Analytical Particular Solutions of Multiquadrics Associated with Polyharmonic Operators

Department of Marine Environmental Engineering, National Kaohsiung Marine University, Kaohsiung 811, Taiwan

Received 9 January 2013; Accepted 29 March 2013

Academic Editor: Kue-Hong Chen

Copyright © 2013 Chia-Cheng Tsai. This is an open access article distributed under the Creative Commons Attribution License, which permits unrestricted use, distribution, and reproduction in any medium, provided the original work is properly cited.

Abstract

We derive two- and three-dimensional analytical particular solutions of multiquadrics (MQ) associated with the polyharmonic operators, named as the polyharmonic multiquadrics (PMQs).

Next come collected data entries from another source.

/** `stillwell survey`: what is wrong with a history, before anything is learned from it. */
import { Command } from 'commander';
import { type LoadedHistory, loadHistory, prepare } from '../history/load.ts';
import { draftSite } from '../history/site-draft.ts';
import { surveyText } from '../history/survey-text.ts';
import { several } from '../option-values.ts';
import { writeOutput } from '../output-file.ts';
import { createProgress, type Progress } from '../progress.ts';
import { readSite } from '../site-file.ts';

interface SurveyOptions {
  readonly site?: string;
  readonly history: string[];
  readonly timeZone?: string;
  readonly json: boolean;
  readonly out?: string;
}

/** The command, to be joined to the program. */
export function surveyCommand(): Command {
  return new Command('survey')
    .description(
      'Looks history files over: gaps, repeats, stuck sensors, clock changes, resolution, and what to do about them.',
    )
    .requiredOption(
      '--history <files...>',
      'CSV (wide, or long with time, signal, value) or NDJSON files, also gzipped',
      several,
    )
    .option('--site <file>', 'site file; without one, signals and tick are found in the files')
    .option('--time-zone <zone>', 'zone of times that carry none, such as Europe/London or +01:00')
    .option('--json', 'as JSON', false)
    .option('--out <file>', 'also write the survey as JSON to this file')
    .addHelpText(
      'after',
      '\nExamples:\n  stillwell survey --history logs/2023.csv logs/2024.csv --time-zone Europe/London\n  stillwell survey --site site.yaml --history logs/*.csv --out survey.json',
    )
    .action(survey);
}

async function survey(options: SurveyOptions): Promise<void> {
  const zone = options.timeZone ?? null;
  const progress = createProgress('reading');
  const { survey: found } =
    options.site === undefined
      ? await surveyWithoutSite(options.history, zone, progress)
      : await loadHistory(options.history, readSite(options.site), { zone, progress });
  const json = `${JSON.stringify(found, null, 2)}\n`;
  if (options.out !== undefined) writeOutput(options.out, json);
  process.stdout.write(options.json ? json : surveyText(found));
}

async function surveyWithoutSite(
  files: readonly string[],
  zone: string | null,
  progress: Progress,
): Promise<LoadedHistory> {
  const { history, undeclared } = await draftSite(files, {
    name: 'history',
    equipmentClass: 'general',
    zone,
    progress,
  });
  return prepare(history, undeclared);
}
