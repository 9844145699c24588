/** The one way in which schemas of files that people write read a value by hand. */
import { z } from 'zod';
import { showValue } from './issue.ts';

/** A value read by hand, so that the refusal can say what would have been right. `read` gives undefined to refuse. */
export const checked = <T>(expected: string | ((value: unknown) => string), read: (value: unknown) => T | undefined) =>
  z.unknown().transform((value, context): T => {
    const result = read(value);
    if (result !== undefined) return result;
    const wanted = typeof expected === 'string' ? expected : expected(value);
    context.addIssue({ code: 'custom', message: `expected ${wanted}, got ${showValue(value ?? undefined)}` });
    return z.NEVER;
  });
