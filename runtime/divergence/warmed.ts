/** Filters made from the recent ticks: one that takes over, and one that stands where another stood before it failed. */
import type { RecentTicks } from '../ingest/recent.ts';
import type { Journal } from '../residuals/journal.ts';
import { type CheckedBundle, Serving } from '../serving.ts';

/** As many ticks are forecast from as bounds need to settle: paths cost most of a tick, and meanwhile nothing else runs. */
const RECENT_FORECASTS = 1024;

/**
 * A new filter of a bundle that has taken in the recent ticks before `next`; fresh where they do not reach up to it.
 *
 * throws  whatever the bundle's filter throws
 */
export function warmed(checked: CheckedBundle, recent: RecentTicks, next: number | null): Serving {
  const serving = new Serving(checked);
  const { horizon, warmupTicks } = checked.model;
  let quiet = recent.count - warmupTicks - Math.max(RECENT_FORECASTS, 8 * horizon);
  recent.forEach((tick, values) => {
    if (next !== null && tick >= next) return;
    if (quiet-- > 0) serving.fold(tick, values);
    else serving.step(tick, values);
  });
  return serving.tick < 0 || serving.tick + 1 === next ? serving : new Serving(checked);
}

/** The filter as it stood before tick `next`, from the start of the open segment; null where that cannot be had. */
export function rebuilt(
  { checked, coarseness }: Serving,
  { startState, ticks }: Journal,
  recent: RecentTicks,
  next: number,
): Serving | null {
  const serving = new Serving(checked);
  try {
    serving.restore(startState, serving.savedBounds());
    serving.coarsen(coarseness);
    recent.forEach((tick, values) => {
      if (tick >= next - ticks && tick < next) serving.fold(tick, values);
    });
    return ticks === 0 || serving.tick === next - 1 ? serving : null;
  } catch {
    return null;
  }
}
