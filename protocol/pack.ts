/**
 * Writes plain values as MessagePack, one form a value: shortest integers and lengths, floats in the shortest exact
 * width, map keys ascending by their UTF-8 bytes. The library's own writer is not used because it widens every map,
 * turns -0 into 0 and follows insertion order, so that equal documents would differ in bytes.
 * Not for class instances, dates, or typed arrays other than Uint8Array: those are refused with their path.
 */
import { ProtocolError } from './errors.ts';
import { formatPath } from './path.ts';

type Path = (string | number)[];

const LONE_SURROGATE = /\p{Surrogate}/u;

const refuse = (path: Path, got: string): never => {
  throw new ProtocolError('encode', `cannot write ${formatPath(path) || 'the value'}: ${got}`, {
    details: { path: formatPath(path) },
  });
};

class Sink {
  #bytes = new Uint8Array(1024);
  #view = new DataView(this.#bytes.buffer);
  #length = 0;

  /** Makes room for `count` bytes and returns where they start. */
  #claim(count: number): number {
    const start = this.#length;
    if (start + count > this.#bytes.length) {
      const grown = new Uint8Array(Math.max(this.#bytes.length * 2, start + count));
      grown.set(this.#bytes.subarray(0, start));
      this.#bytes = grown;
      this.#view = new DataView(grown.buffer);
    }
    this.#length = start + count;
    return start;
  }

  byte(value: number): void {
    const at = this.#claim(1);
    this.#view.setUint8(at, value);
  }

  /** Head byte, then an unsigned or two's complement number of 1, 2 or 4 bytes. */
  sized(head: number, width: 1 | 2 | 4, value: number): void {
    const at = this.#claim(1 + width);
    this.#view.setUint8(at, head);
    if (width === 1) this.#view.setUint8(at + 1, value);
    else if (width === 2) this.#view.setUint16(at + 1, value);
    else this.#view.setUint32(at + 1, value);
  }

  wide(head: number, value: number): void {
    const at = this.#claim(9);
    this.#view.setUint8(at, head);
    this.#view.setBigInt64(at + 1, BigInt(value));
  }

  float(value: number): void {
    const isNarrow = Math.fround(value) === value;
    const at = this.#claim(isNarrow ? 5 : 9);
    this.#view.setUint8(at, isNarrow ? 0xca : 0xcb);
    if (isNarrow) this.#view.setFloat32(at + 1, value);
    else this.#view.setFloat64(at + 1, value);
  }

  raw(content: Uint8Array): void {
    const at = this.#claim(content.length);
    this.#bytes.set(content, at);
  }

  take(): Uint8Array {
    return this.#bytes.slice(0, this.#length);
  }
}

const writeInteger = (sink: Sink, value: number): void => {
  if (value >= 0) {
    if (value < 0x80) sink.byte(value);
    else if (value < 0x100) sink.sized(0xcc, 1, value);
    else if (value < 0x10000) sink.sized(0xcd, 2, value);
    else if (value < 0x100000000) sink.sized(0xce, 4, value);
    else sink.wide(0xcf, value);
  } else if (value >= -0x20) sink.byte(value & 0xff);
  else if (value >= -0x80) sink.sized(0xd0, 1, value);
  else if (value >= -0x8000) sink.sized(0xd1, 2, value);
  else if (value >= -0x80000000) sink.sized(0xd2, 4, value);
  else sink.wide(0xd3, value);
};

const writeNumber = (sink: Sink, value: number, path: Path): void => {
  if (!Number.isFinite(value)) refuse(path, `expected a finite number, got ${value}`);
  if (Number.isSafeInteger(value) && !Object.is(value, -0)) writeInteger(sink, value);
  else sink.float(value);
};

/** The head bytes of a sized kind, by the width of the length; null where the kind has no such width. */
const writeLength = (sink: Sink, length: number, heads: readonly [number | null, number, number]): void => {
  if (heads[0] !== null && length < 0x100) sink.sized(heads[0], 1, length);
  else if (length < 0x10000) sink.sized(heads[1], 2, length);
  else sink.sized(heads[2], 4, length);
};

const writeText = (sink: Sink, text: string, path: Path): void => {
  if (LONE_SURROGATE.test(text)) refuse(path, 'expected well-formed text, got half a surrogate pair');
  const content = Buffer.from(text, 'utf8');
  if (content.length < 0x20) sink.byte(0xa0 | content.length);
  else writeLength(sink, content.length, [0xd9, 0xda, 0xdb]);
  sink.raw(content);
};

const isPlainMap = (value: object): value is Record<string, unknown> => {
  const prototype: unknown = Object.getPrototypeOf(value);
  return prototype === Object.prototype || prototype === null;
};

const writeMap = (sink: Sink, map: Record<string, unknown>, path: Path): void => {
  // Sorted by UTF-8 bytes, which is code point order; UTF-16 order differs beyond the basic plane.
  const keys = Object.keys(map).sort((a, b) => Buffer.compare(Buffer.from(a), Buffer.from(b)));
  if (keys.length < 16) sink.byte(0x80 | keys.length);
  else writeLength(sink, keys.length, [null, 0xde, 0xdf]);
  for (const key of keys) {
    const inner = [...path, key];
    writeText(sink, key, inner);
    writeValue(sink, map[key], inner);
  }
};

const writeValue = (sink: Sink, value: unknown, path: Path): void => {
  if (value === null) sink.byte(0xc0);
  else if (typeof value === 'boolean') sink.byte(value ? 0xc3 : 0xc2);
  else if (typeof value === 'number') writeNumber(sink, value, path);
  else if (typeof value === 'string') writeText(sink, value, path);
  else if (value instanceof Uint8Array) {
    writeLength(sink, value.length, [0xc4, 0xc5, 0xc6]);
    sink.raw(value);
  } else if (Array.isArray(value)) {
    if (value.length < 16) sink.byte(0x90 | value.length);
    else writeLength(sink, value.length, [null, 0xdc, 0xdd]);
    for (let i = 0; i < value.length; i++) writeValue(sink, value[i], [...path, i]);
  } else if (typeof value === 'object' && isPlainMap(value)) writeMap(sink, value, path);
  else refuse(path, `expected plain data, got ${typeof value === 'object' ? value.constructor.name : typeof value}`);
};

/**
 * Writes one plain value: null, booleans, finite numbers, text, Uint8Array, arrays, maps with string keys.
 *
 * throws  ProtocolError 'encode' with the path of the first value that has no MessagePack form here
 * source  MessagePack specification, "Serialization": the shortest form for integers; key order is ours
 */
export const packValue = (value: unknown): Uint8Array => {
  const sink = new Sink();
  writeValue(sink, value, []);
  return sink.take();
};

The methods of undetermined coefficients are constructed by observing the first few orders of the PMQs which are obtained by the symbolic software, Mathematica. By expanding the PMQs into the Laurent series, the unknown coefficients of the PMQs can be determined. The homogeneous parts of the PMQs are suitably arranged so that the PMQs are hierarchically unique and infinitely differentiable. Mathematica codes are provided for obtaining the PMQs of arbitrary orders. The derived PMQs are validated by numerical solutions for Poisson’s equation. Numerical results indicate that the solutions obtained by the PMQs are more accurate than those by the MQ.